Reliance and Assumptions

As a basis for our opinion, we have made the following assumptions and have relied upon the following:

(a) the authenticity of all documents submitted to us as originals, the genuineness of all signatures and the conformity to authentic originals of all documents submitted to us as copies and that all facts set forth in official public records and certificates and other documents supplied by public officials or otherwise conveyed to us by public officials are complete, true and accurate as of, and at all material times prior to, the date of this opinion letter;

(b) the parties to all executed documents or documents to be executed, excluding the Company, have legal capacity, had or will have the power, corporate or other, to enter into and perform all obligations thereunder and have also assumed the due authorization by all requisite action, corporate or other, and execution and delivery by such parties of such documents and, the validity, binding effect, and enforceability of such documents on all such parties;

(c) all facts set forth and statements made in certificates supplied by directors and/or officers of the Company, including the Opinion Support Certificate, are and remain true, accurate and complete;

(d) (i) all future Awards will be granted by the Company only in accordance with the terms of the Elemental Plan, and (ii) the Shares will be duly authorized and issued and sold only in accordance with the terms of and upon the due exercise or vesting of such future Awards, and otherwise in accordance with the terms of the Elemental Plan;

(e) all signatures on documents submitted to us are genuine, all documents submitted to us as originals are authentic and complete, and all documents submitted to us as copies conform to authentic and complete original documents;

(f) none of the documents, originals or copies of which we have examined, has been amended supplemented or revoked; and

(g)  all relevant individuals had full legal capacity at all relevant times.
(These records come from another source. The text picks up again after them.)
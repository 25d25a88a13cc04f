/**
 * A frozen (flat-lined) transmitter: its readings over a window show no variation. A live
 * transmitter always shows some noise (a digital value stuck at its last output repeats to the
 * last digit), so a standard deviation at or below a tiny share of span means the value no
 * longer follows the process. Uses simple-statistics' sample standard deviation.
 */
import { sampleStandardDeviation } from 'simple-statistics';

export interface FrozenLimits {
  /** Readings needed in the window (≥ 2). */
  minSamples: number;
  /** σ at or below this share of span is "no variation". */
  maxStdDevShareOfSpan: number;
}

/**
 * @param values the readings over the window (one unit), at least minSamples of them to judge
 * @param span the transmitter's span in the same unit (> 0)
 * @param limits minimum count and the σ limit
 * @returns true when frozen, false when varying, null when too few readings to judge
 */
export function isFrozenSignal(values: readonly number[], span: number, limits: FrozenLimits): boolean | null {
  if (!(span > 0)) throw new Error(`isFrozenSignal: span must be > 0 (got ${span})`);
  if (values.length < Math.max(2, limits.minSamples)) return null;
  const sigma = sampleStandardDeviation(values as number[]);
  return sigma <= limits.maxStdDevShareOfSpan * span;
}
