import { type AlarmLimitError, DEFAULT_ALARM_LIMITS, checkAlarmLimits, effectiveAlarmLimits } from './alarm-limits';
import { ALARM_CONDITIONS } from './alarm-codes';

const fieldOf = (fn: () => unknown) => {
  try {
    fn();
  } catch (err) {
    return (err as AlarmLimitError).field;
  }
  return null;
};

describe('checkAlarmLimits', () => {
  it('accepts every default', () => {
    for (const c of ALARM_CONDITIONS) expect(() => checkAlarmLimits(c, DEFAULT_ALARM_LIMITS[c])).not.toThrow();
  });
  it('refuses a negative delay, naming onDelayS or offDelayS', () => {
    expect(
      fieldOf(() => checkAlarmLimits('dp-low-in-range', effectiveAlarmLimits('dp-low-in-range', { onDelayS: -1 }))),
    ).toBe('onDelayS');
    expect(fieldOf(() => checkAlarmLimits('stale', effectiveAlarmLimits('stale', { offDelayS: -5 })))).toBe(
      'offDelayS',
    );
  });
  it('refuses a low-in-range share above 100 %, naming thresholdShareOfSpan', () => {
    expect(
      fieldOf(() =>
        checkAlarmLimits('dp-low-in-range', effectiveAlarmLimits('dp-low-in-range', { thresholdShareOfSpan: 1.2 })),
      ),
    ).toBe('thresholdShareOfSpan');
  });
  it('refuses a deadband wider than the range, naming deadbandShareOfSpan', () => {
    expect(
      fieldOf(() =>
        checkAlarmLimits('dp-low-in-range', effectiveAlarmLimits('dp-low-in-range', { deadbandShareOfSpan: 1.5 })),
      ),
    ).toBe('deadbandShareOfSpan');
    expect(
      fieldOf(() =>
        checkAlarmLimits(
          'dp-low-in-range',
          effectiveAlarmLimits('dp-low-in-range', { thresholdShareOfSpan: 0.9, deadbandShareOfSpan: 0.2 }),
        ),
      ),
    ).toBe('deadbandShareOfSpan');
    expect(
      fieldOf(() =>
        checkAlarmLimits('dp-over-range', effectiveAlarmLimits('dp-over-range', { deadbandShareOfSpan: 1 })),
      ),
    ).toBe('deadbandShareOfSpan');
  });
  it('refuses a field that does not belong to the condition', () => {
    expect(fieldOf(() => checkAlarmLimits('stale', { ...DEFAULT_ALARM_LIMITS.stale, windowS: 600 }))).toBe('windowS');
  });
});

describe('effectiveAlarmLimits', () => {
  it('lays the transmitter over the meter run over the defaults', () => {
    const l = effectiveAlarmLimits('dp-low-in-range', { thresholdShareOfSpan: 0.15, onDelayS: 60 }, { onDelayS: 120 });
    expect(l).toMatchObject({ thresholdShareOfSpan: 0.15, onDelayS: 120, offDelayS: 60, priority: 'medium' });
  });
});
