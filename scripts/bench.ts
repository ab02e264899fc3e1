/**
 * `npm run bench`: the speed figures of the add-in, in one process, printed as tables with units.
 *
 *   (a) engine solves per second: representative mixtures × activity model × temperature, via
 *       solvePH on a fresh mixture and via a prepared mixture;
 *   (b) a 10 000-row what-if sheet in the embedded spreadsheet engine (HyperFormula): =AQ.PH(...)
 *       per row against the same sheet computing the closed-form Henderson–Hasselbalch value with
 *       built-in functions (the comparison baseline only; the engine never uses that shortcut);
 *   (c) AQ.ADJUST and AQ.RECIPE calls per second;
 *   (d) production bundle sizes, raw and gzip (builds first unless --no-build), and the CPU to load
 *       the functions bundle and read the first unit text (scripts/bench-bundle-load.ts);
 *   (e) the batching pattern for Excel, simulated, against synchronous calls;
 *   (f) what-if tables in one formula and the streamed `protolyte table` (scripts/bench-tables.ts).
 *   (g) the command line\'s start-up: one eval against Node loading HyperFormula (scripts/bench-startup.ts).
 *
 * Options: --only=a,b,c,d,e,f,g   run some parts; --no-build   read dist/ as it is; --quick   shorter runs.
 * Timings depend on the machine and its load: the header prints the machine and the load average;
 * every figure is the best of several timed runs after a warm-up, in CPU time of this process (see
 * now()). Not a test: nothing here asserts a speed.
 */
import { spawnSync } from "node:child_process";
import { existsSync, readFileSync, readdirSync, statSync } from "node:fs";
import { cpus, loadavg } from "node:os";
import { join } from "node:path";
import { gzipSync } from "node:zlib";
import { FunctionArgumentType, FunctionPlugin, HyperFormula, SimpleRangeValue } from "hyperformula";
import { prepare, solvePH, type ActivityModel, type Component, type Mixture } from "../src/chem";
import { evaluateSheets } from "../src/cli/evaluate";
import { installEdgeIndex, uninstallEdgeIndex } from "../src/cli/hf-edge-index";
import * as AQ from "../src/functions/functions";
import { clearMixtureCache, mixtureKey } from "../src/functions/mixture";
import { getActiveLibrary } from "../src/library";
import { printBundleLoadCost } from "./bench-bundle-load";
import { partStartup } from "./bench-startup";
import { partF } from "./bench-tables";

const root = join(__dirname, "..");
const argv = process.argv.slice(2);
const only = (argv.find((a) => a.startsWith("--only="))?.slice(7).split(",") ?? ["a", "b", "c", "d", "e", "f", "g"]).map((s) => s.trim());
const quick = argv.includes("--quick");
const build = !argv.includes("--no-build");
const RUNS = quick ? 3 : 9;
const RUN_SECONDS = quick ? 0.05 : 0.1;

// ---- helpers -------------------------------------------------------------------------------

/** Wall-clock seconds. */
function wall(): number {
  return Number(process.hrtime.bigint()) / 1e9;
}
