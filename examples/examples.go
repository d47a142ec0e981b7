// Package examples embeds lagstar's bundled, invented example data sets.
//
// sleepdiary is an invented nurses' sleep diary: 120 nurses answered two
// items every evening for up to 42 days, "How rested did you feel today?"
// (1 = not at all .. 5 = fully) and "Did you have a headache today?"
// (no/yes). Rows are unsorted, some days are skipped, some nurses stopped
// early and some cells are empty, as in real diaries. The values were drawn
// from a random-intercept cross-lagged model by TestGenerateSleepDiary
// (examples_test.go); they describe no real person.
package examples

import "embed"

//go:embed sleepdiary/model.yaml sleepdiary/diary.csv wristpain/model.yaml wristpain/staff.csv
var files embed.FS

// SleepDiary returns the model file and data of the sleep-diary example.
func SleepDiary() (modelYAML, dataCSV []byte) {
	return pair("sleepdiary/model.yaml", "sleepdiary/diary.csv")
}

// WristPain returns the model file and the wide-layout data of the
// wrist-pain example.
func WristPain() (modelYAML, dataCSV []byte) {
	return pair("wristpain/model.yaml", "wristpain/staff.csv")
}

// pair reads an example's model file and data from the embedded files.
func pair(modelFile, dataFile string) ([]byte, []byte) {
	m, err := files.ReadFile(modelFile)
	if err != nil {
		panic("examples: " + err.Error())
	}
	d, err := files.ReadFile(dataFile)
	if err != nil {
		panic("examples: " + err.Error())
	}
	return m, d
}
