// TestLatentLagRules: dynamics.lag_on: latent_response is refused, with
// the key and the reason, where it does not apply, and needs the
// occasions identifyLatentLag says.
func TestLatentLagRules(t *testing.T) {
	base := "data: {csv: d.csv, person: p, occasion: t}\noutcomes: [{name: a, type: binary}]\n"
	for _, c := range []struct{ text, want string }{
		{"dynamics: {lags: none, lag_on: latent_response}", "needs dynamics.lags: own or cross"},
		{"dynamics: {lags: own, lag_on: latent_response, moving_average: true}", "cannot be combined with dynamics.moving_average"},
		{"dynamics: {lags: own, lag_on: latent_response, first_occasion: stationary}", "first_occasion: stationary does not apply"},
		{"dynamics: {lags: own, lag_on: latent_response}\nperson_differences: {random_slopes: true}", "cannot be combined with person_differences.random_slopes"},
		{"dynamics: {lags: own, lag_on: latent_response}\nsampler: {path_moves: true}", "cannot be combined with sampler.path_moves"},
		{"dynamics: {lags: own, lag_on: latent_response}\nmeans: {anchor: 3}", "means.anchor: 3 does not apply"},
		{"dynamics: {lags: own, lag_on: observed}", "dynamics.lag_on: expected one of residuals, latent_response"},
	} {
		_, err := ParseSpec("m.yaml", []byte(base+c.text+"\n"))
		if err == nil || !strings.Contains(err.Error(), c.want) || !strings.Contains(err.Error(), "m.yaml") {
			t.Errorf("%s: error = %v, want %q naming the file", c.text, err, c.want)
		}
	}
	cont := "data: {csv: d.csv, person: p, occasion: t}\noutcomes: [{name: a, type: continuous}]\ndynamics: {lags: own, lag_on: latent_response, over_time: free}\nmeans: {over_time: equal}\n"
	if _, err := ParseSpec("m.yaml", []byte(cont)); err == nil || !strings.Contains(err.Error(), "use means.over_time: free") {
		t.Errorf("continuous, paths free, intercepts equal: error = %v", err)
	}
	rows := func(T int, skipFirst bool) string {
		var b strings.Builder
		b.WriteString("p,t,a\n")
		for p := 1; p <= 2; p++ {
			for s := 1; s <= T; s++ {
				v := fmt.Sprint((p + s) % 2)
				if skipFirst && s == 1 {
					v = "NA"
				}
				fmt.Fprintf(&b, "%d,%d,%s\n", p, s, v)
			}
		}
		return b.String()
	}
	for _, c := range []struct {
		dyn  string
		data string
		want string
	}{
		{"{lags: own, lag_on: latent_response}", rows(3, false), "with random intercepts needs at least 4 occasions (the data have 3)"},
		{"{lags: own, lag_on: latent_response}", rows(4, false), ""},
		{"{lags: own, lag_on: latent_response, over_time: free}", rows(4, false), "needs at least 5 occasions (the data have 4)"},
		{"{lags: own, lag_on: latent_response, over_time: free}", rows(5, false), ""},
		{"{lags: own, lag_on: latent_response}", rows(5, true), "takes the first occasion (1) as given, but nobody answered outcome \"a\" there"},
	} {
		sp := mustSpec(t, base+"dynamics: "+c.dyn+"\n")
		pan, err := ParsePanel(sp, "d.csv", []byte(c.data))
		if err != nil {
			t.Fatal(err)
		}
		err = Identify(sp, pan)
		switch {
		case c.want == "" && err != nil:
			t.Errorf("%s: unexpected refusal: %v", c.dyn, err)
		case c.want != "" && (err == nil || !strings.Contains(err.Error(), c.want)):
			t.Errorf("%s: error = %v, want %q", c.dyn, err, c.want)
		}
	}
	noRI := mustSpec(t, base+"dynamics: {lags: own, lag_on: latent_response}\nperson_differences: {random_intercepts: false}\n")
	pan, err := ParsePanel(noRI, "d.csv", []byte(rows(2, false)))
	if err != nil {
		t.Fatal(err)
	}
	if err := Identify(noRI, pan); err != nil {
		t.Errorf("without random intercepts two occasions suffice: %v", err)
	}
}
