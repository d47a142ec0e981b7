package examples

import (
	"bytes"
	"encoding/csv"
	"flag"
	"fmt"
	"math/rand/v2"
	"os"
	"testing"

	"github.com/lagstar/lagstar/model"
	"github.com/lagstar/lagstar/sampler"
)

var update = flag.Bool("update", false, "rewrite the generated example data")

// sleepTruth is the invented truth behind the sleep diary (latent scale).
var sleepTruth = sampler.Truth{
	Names: []string{"rested", "headache"},
	Types: []model.OutcomeType{model.Ordinal, model.Binary},
	Tau:   [][]float64{{-1.3, -0.45, 0.4, 1.25}, {0.9}},
	Psi:   []float64{0.6, -0.2, -0.2, 0.5},
	A:     []float64{0.35, -0.10, -0.15, 0.25},
	Sigma: []float64{1, -0.25, -0.25, 1},
}

func generateSleepDiary() []byte {
	rng := rand.New(rand.NewPCG(2026, 12))
	raw, err := sampler.Simulate(sleepTruth, 120, 42, rng)
	if err != nil {
		panic(err)
	}
	recs, err := csv.NewReader(bytes.NewReader(raw)).ReadAll()
	if err != nil {
		panic(err)
	}
	out := [][]string{{"nurse", "day", "rested", "headache"}}
	stop := map[string]int{}
	for _, r := range recs[1:] {
		id := r[0]
		if _, ok := stop[id]; !ok {
			stop[id] = 42
			if rng.Float64() < 0.15 {
				stop[id] = 20 + rng.IntN(22) // stopped early
			}
		}
		var day int
		fmt.Sscan(r[1], &day)
		if day > stop[id] || rng.Float64() < 0.06 { // skipped day
			continue
		}
		rested, head := r[2], r[3]
		if rng.Float64() < 0.04 {
			rested = ""
		} else {
			var k int
			fmt.Sscan(rested, &k)
			rested = fmt.Sprint(k + 1)
		}
		switch {
		case rng.Float64() < 0.04:
			head = "NA"
		case head == "1":
			head = "yes"
		default:
			head = "no"
		}
		var n int
		fmt.Sscan(id, &n)
		out = append(out, []string{fmt.Sprintf("N%03d", n), r[1], rested, head})
	}
	body := out[1:]
	rng.Shuffle(len(body), func(i, j int) { body[i], body[j] = body[j], body[i] })
	var buf bytes.Buffer
	w := csv.NewWriter(&buf)
	w.WriteAll(out)
	return buf.Bytes()
}

// TestGenerateSleepDiary keeps the embedded data equal to its generator;
// run with -update to rewrite it.
func TestGenerateSleepDiary(t *testing.T) {
	_, want := SleepDiary()
	sameAsGenerated(t, "sleepdiary/diary.csv", generateSleepDiary(), want)
}

// sameAsGenerated fails unless the embedded file equals what its generator
// gives; with -update it rewrites the file first.
func sameAsGenerated(t *testing.T, path string, got, want []byte) {
	t.Helper()
	if *update {
		if err := os.WriteFile(path, got, 0o644); err != nil {
			t.Fatal(err)
		}
		return
	}
	if !bytes.Equal(got, want) {
		t.Fatalf("%s differs from its generator; run go test ./examples -update", path)
	}
}

// wristTruth is the invented truth behind the wrist-pain panel: workload
// carries over to next year's pain (0.15) more than pain to workload.
var wristTruth = sampler.Truth{
	Names: []string{"pain", "workload"},
	Types: []model.OutcomeType{model.Binary, model.Ordinal},
	Tau:   [][]float64{{0.8}, {-0.9, 0.1, 1.0}},
	Psi:   []float64{0.7, 0.25, 0.25, 0.5},
	A:     []float64{0.3, 0.15, 0.05, 0.4},
	Sigma: []float64{1, 0.2, 0.2, 1},
}

func generateWristPain() []byte {
	rng := rand.New(rand.NewPCG(2019, 2024))
	raw, err := sampler.Simulate(wristTruth, 300, 6, rng)
	if err != nil {
		panic(err)
	}
	recs, err := csv.NewReader(bytes.NewReader(raw)).ReadAll()
	if err != nil {
		panic(err)
	}
	head := []string{"employee"}
	for y := 2019; y <= 2024; y++ {
		head = append(head, fmt.Sprintf("pain_%d", y))
	}
	for y := 2019; y <= 2024; y++ {
		head = append(head, fmt.Sprintf("workload_%d", y))
	}
	rows := map[int][]string{}
	left := map[int]int{}
	var ids []int
	for _, r := range recs[1:] {
		var id, t int
		fmt.Sscan(r[0], &id)
		fmt.Sscan(r[1], &t)
		if rows[id] == nil {
			rows[id] = make([]string, 13)
			rows[id][0] = fmt.Sprintf("B%04d", 1000+id)
			ids = append(ids, id)
			left[id] = 7
			if rng.Float64() < 0.2 {
				left[id] = 3 + rng.IntN(4) // left the company after year 2..5
			}
		}
		pain, load := "", ""
		if t < left[id] {
			if rng.Float64() >= 0.04 {
				pain = map[string]string{"0": "no", "1": "yes"}[r[2]]
			}
			if rng.Float64() >= 0.04 {
				var k int
				fmt.Sscan(r[3], &k)
				load = fmt.Sprint(k + 1)
			}
		}
		rows[id][t] = pain
		rows[id][6+t] = load
	}
	var buf bytes.Buffer
	w := csv.NewWriter(&buf)
	w.Write(head)
	for _, id := range ids {
		w.Write(rows[id])
	}
	w.Flush()
	return buf.Bytes()
}

// TestGenerateWristPain keeps the embedded data equal to its generator;
// run with -update to rewrite it.
func TestGenerateWristPain(t *testing.T) {
	_, want := WristPain()
	sameAsGenerated(t, "wristpain/staff.csv", generateWristPain(), want)
}
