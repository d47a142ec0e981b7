package examples

import (
	"bytes"
	"encoding/csv"
	"flag"
	"fmt"
	"math/rand/v2"
	"os"
	"testing"

	"github.com/lagstar/lagstar/model"
	"github.com/lagstar/lagstar/sampler"
)

var update = flag.Bool("update", false, "rewrite the generated example data")

// sleepTruth is the invented truth behind the sleep diary (latent scale).
var sleepTruth = sampler.Truth{
	Names: []string{"rested", "headache"},
	Types: []model.OutcomeType{model.Ordinal, model.Binary},
	Tau:   [][]float64{{-1.3, -0.45, 0.4, 1.25}, {0.9}},
	Psi:   []float64{0.6, -0.2, -0.2, 0.5},
	A:     []float64{0.35, -0.10, -0.15, 0.25},
	Sigma: []float64{1, -0.25, -0.25, 1},
}

func generateSleepDiary() []byte {
	rng := rand.New(rand.NewPCG(2026, 12))
	raw, err := sampler.Simulate(sleepTruth, 120, 42, rng)
	if err != nil {
		panic(err)
	}
	recs, err := csv.NewReader(bytes.NewReader(raw)).ReadAll()
	if err != nil {
		panic(err)
	}
	out := [][]string{{"nurse", "day", "rested", "headache"}}
	stop := map[string]int{}
	for _, r := range recs[1:] {
		id := r[0]
		if _, ok := stop[id]; !ok {
			stop[id] = 42
			if rng.Float64() < 0.15 {
				stop[id] = 20 + rng.IntN(22) // stopped early
			}
		}
		var day int
		fmt.Sscan(r[1], &day)
		if day > stop[id] || rng.Float64() < 0.06 { // skipped day
			continue
		}
		rested, head := r[2], r[3]
		if rng.Float64() < 0.04 {
			rested = ""
		} else {
			var k int
			fmt.Sscan(rested, &k)
			rested = fmt.Sprint(k + 1)
		}
		switch {
		case rng.Float64() < 0.04:
			head = "NA"
		case head == "1":
			head = "yes"
		default:
			head = "no"
		}
		var n int
		fmt.Sscan(id, &n)
		out = append(out, []string{fmt.Sprintf("N%03d", n), r[1], rested, head})
	}
	body := out[1:]
	rng.Shuffle(len(body), func(i, j int) { body[i], body[j] = body[j], body[i] })
	var buf bytes.Buffer
	w := csv.NewWriter(&buf)
	w.WriteAll(out)
	return buf.Bytes()
}

// TestGenerateSleepDiary keeps the embedded data equal to its generator;
// run with -update to rewrite it.
func TestGenerateSleepDiary(t *testing.T) {
	got := generateSleepDiary()
	if *update {
		if err := os.WriteFile("sleepdiary/diary.csv", got, 0o644); err != nil {
			t.Fatal(err)
		}
	}
	_, want := SleepDiary()
	if !bytes.Equal(got, want) {
		t.Fatalf("sleepdiary/diary.csv differs from its generator; run go test ./examples -update")
	}
}
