// resolveOutcome fixes the category coding of outcome k and checks values.
func resolveOutcome(sp *Spec, file string, o OutcomeSpec, rows []cellRow, k int) (Outcome, error) {
	out := Outcome{Name: o.Name, Type: o.Type}
	p := &problems{}
	switch {
	case o.Type == Continuous:
		sentinel := map[string]int{} // numbers that are common missing-value codes
		for _, r := range rows {
			v := r.vals[k]
			if v == "\x00" {
				continue
			}
			if slices.Contains(numericMissing, v) {
				sentinel[v]++
			}
			f, err := strconv.ParseFloat(v, 64)
			switch {
			case err != nil || math.IsNaN(f) || math.IsInf(f, 0):
				p.addf(file, r.line, "outcome %q%s: %q is not a finite number (continuous outcome; missing cells may be %s)%s", o.Name, r.at(k), clipCell(v), quoteList(sp.Data.Missing), missingHint(v))
			case math.Abs(f) > maxContinuous:
				// Standardizing squares the values: beyond this their sum
				// of squares overflows.
				p.addf(file, r.line, "outcome %q%s: %s is too large to analyse (at most %g in absolute value); a huge number like this is often a missing-value code of another program: add it to data.missing_codes", o.Name, r.at(k), clipCell(v), maxContinuous)
			}
		}
		for _, code := range numericMissing {
			if n := sentinel[code]; n > 0 {
				out.Note = fmt.Sprintf("outcome %q: %s %s, a common missing-value code; if it means a missing answer, add it to data.missing_codes", o.Name, plural(n, "cell holds", "cells hold"), code)
			}
		}
		return out, p.err()
	case len(o.Labels) > 0:
		out.K, out.Codes = len(o.Labels), o.Labels
		for _, r := range rows {
			if v := r.vals[k]; v != "\x00" && !slices.Contains(o.Labels, v) {
				p.addf(file, r.line, "outcome %q%s: %q is not one of the declared labels %s%s", o.Name, r.at(k), clipCell(v), quoteList(o.Labels), missingHint(v))
			}
		}
		return out, p.err()
	}
	// Integer codes.
	lo, hi := math.MaxInt, math.MinInt
	distinct := map[string]bool{}
	for _, r := range rows {
		v := r.vals[k]
		if v == "\x00" {
			continue
		}
		distinct[v] = true
		c, ok := parseOccasion(v)
		if !ok {
			hint := ""
			if o.Type == Binary {
				hint = fmt.Sprintf("; for text answers declare labels, e.g. labels: [no, yes] (lower category first)")
			}
			if h := missingHint(v); h != "" {
				hint = h
			}
			p.addf(file, r.line, "outcome %q%s: %q is not a whole-number category code%s", o.Name, r.at(k), clipCell(v), hint)
			continue
		}
		lo, hi = min(lo, c), max(hi, c)
	}
	if err := p.err(); err != nil {
		return out, err
	}
	if o.Type == Binary && len(distinct) > 2 {
		vals := make([]string, 0, len(distinct))
		for v := range distinct {
			vals = append(vals, v)
		}
		slices.Sort(vals)
		return out, Inputf(file, 0, "outcome %q is binary but has %d distinct values (%s); a binary outcome has exactly two", o.Name, len(vals), strings.Join(vals, ", "))
	}
	if lo == math.MaxInt {
		return out, Inputf(file, 0, "outcome %q has no observed values", o.Name)
	}
	if o.Type == Binary && o.Lowest == nil && (lo < 0 || hi > 1) {
		codes := make([]string, 0, len(distinct))
		for v := range distinct {
			codes = append(codes, v)
		}
		slices.SortFunc(codes, func(a, b string) int { x, _ := parseOccasion(a); y, _ := parseOccasion(b); return cmp.Compare(x, y) })
		hint := fmt.Sprintf("labels: [%q, %q] (lower category first, so %q is modelled as the upper one) or lowest: %d", codes[0], codes[len(codes)-1], codes[len(codes)-1], lo)
		if len(codes) == 1 {
			hint = fmt.Sprintf("labels: [\"<the other code>\", %q] with the lower category first", codes[0])
		}
		return out, Inputf(file, 0, "outcome %q is binary but coded %s, not 0/1: say which code is the upper category (\"yes\") in %s with %s",
			o.Name, strings.Join(codes, " and "), sp.Path, hint)
	}
	lowest := lo
	if o.Type == Binary && o.Lowest == nil && lo >= 0 && hi <= 1 {
		lowest = 0
	}
	if o.Lowest != nil {
		lowest = *o.Lowest
	}
	K := o.Categories
	if K == 0 {
		K = hi - lowest + 1
		if o.Type == Binary {
			K = 2
		}
		if o.Type == Ordinal && K < 3 {
			return out, Inputf(file, 0, "outcome %q: only categories %d..%d occur, fewer than the 3 an ordinal outcome needs; declare categories: K or use type: binary", o.Name, lowest, hi)
		}
		if K > 11 {
			return out, Inputf(file, 0, "outcome %q: codes run from %d to %d, more than 11 categories; declare lowest and categories, or treat it as continuous", o.Name, lowest, hi)
		}
	}
	out.K = K
	for c := 0; c < K; c++ {
		out.Codes = append(out.Codes, strconv.Itoa(lowest+c))
	}
	for _, r := range rows {
		v := r.vals[k]
		if v == "\x00" {
			continue
		}
		c, _ := parseOccasion(v)
		if c < lowest || c >= lowest+K {
			p.addf(file, r.line, "outcome %q%s: category %d outside %d..%d (declared categories: %d%s)", o.Name, r.at(k), c, lowest, lowest+K-1, K, lowestNote(o))
		}
	}
	return out, p.err()
}
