import type { CaptureStatus } from '@shared/jobs/analysisJob'

export const CAPTURE_STATUS_LABELS: Record<CaptureStatus, string> = {
  uploaded: 'Waiting for the queue',
  queued: 'Queued',
  analysing: 'Analysing',
  done: 'Done',
  failed: 'Failed',
}

export const CAPTURE_STATUS_COLORS: Record<CaptureStatus, string> = {
  uploaded: 'secondary',
  queued: 'secondary',
  analysing: 'primary',
  done: 'success',
  failed: 'error',
}

/** What to do about a failed capture, from the worker's message (worded by the engine's checks). */
export function failedCaptureAdvice(statusMessage: string | null): string {
  const message = statusMessage ?? ''
  if (/8-bit|bit PCM|format code|compressed/i.test(message)) return 'Export the recording again as 24-bit PCM WAV, then delete this capture and upload the new file.'
  if (/sweep|reference/i.test(message)) return 'Upload the file again as a sweep with its start and end frequency and length, or with the reference sweep file.'
  if (/silen|no decay|too short|empty/i.test(message)) return 'Check that the recording holds the sound and the decay after it (leave a few seconds of silence), then upload it again.'
  if (/clip/i.test(message)) return 'Record again with less gain so the peak stays below full scale.'
  return 'Check the recording, then delete this capture and upload the file again. If it keeps failing, export it as 24-bit PCM WAV.'
}

/** One line for a pending capture, so a long wait does not look stuck. */
export function pendingCaptureText(status: CaptureStatus): string | null {
  if (status === 'uploaded') return 'Accepted; the analysis starts when the queue is back.'
  if (status === 'queued') return 'Waiting for a worker.'
  if (status === 'analysing') return 'The worker is analysing it.'
  return null
}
As to questions of fact material to our opinions, we have relied upon certificates of officers of the Company and of public officials. We have relied upon the certificates and other documents referred to above with respect to the accuracy of the factual matters contained therein and we have not performed any independent check or verification of such factual matters.

When our opinion refers to the Shares of the Company as being "fully-paid and non-assessable", we express no opinion as to actual receipt by the Company of the consideration for the issuance of such Shares or as to the sufficiency of the consideration received by the Company therefor.

Opinion

On the basis of the foregoing and subject to the qualifications and limitations herein expressed, we are of the opinion that up to an aggregate of 4,182,123 Shares issuable pursuant to future Awards granted in accordance with the Elemental Plan, upon the due exercise or vesting, as applicable, of such Awards in accordance with the terms of the Elemental Plan and their respective grant, including receipt by the Company of the full consideration therefor, will be issued as fully-paid and non-assessable common shares in the capital of the Company.

Qualification and Limitations

We hereby consent to the filing of this opinion letter as an exhibit to the Registration Statement. In giving this consent, we do not hereby admit that we come within the category of persons whose consent is required under Section 7 of the Securities Act, or the rules or regulations of the SEC promulgated thereunder.

This opinion is furnished solely for the benefit of the Company in connection with the registration of the Shares pursuant to the Registration Statement. This opinion may not be relied upon by any other person or used for any other purpose without our prior written consent.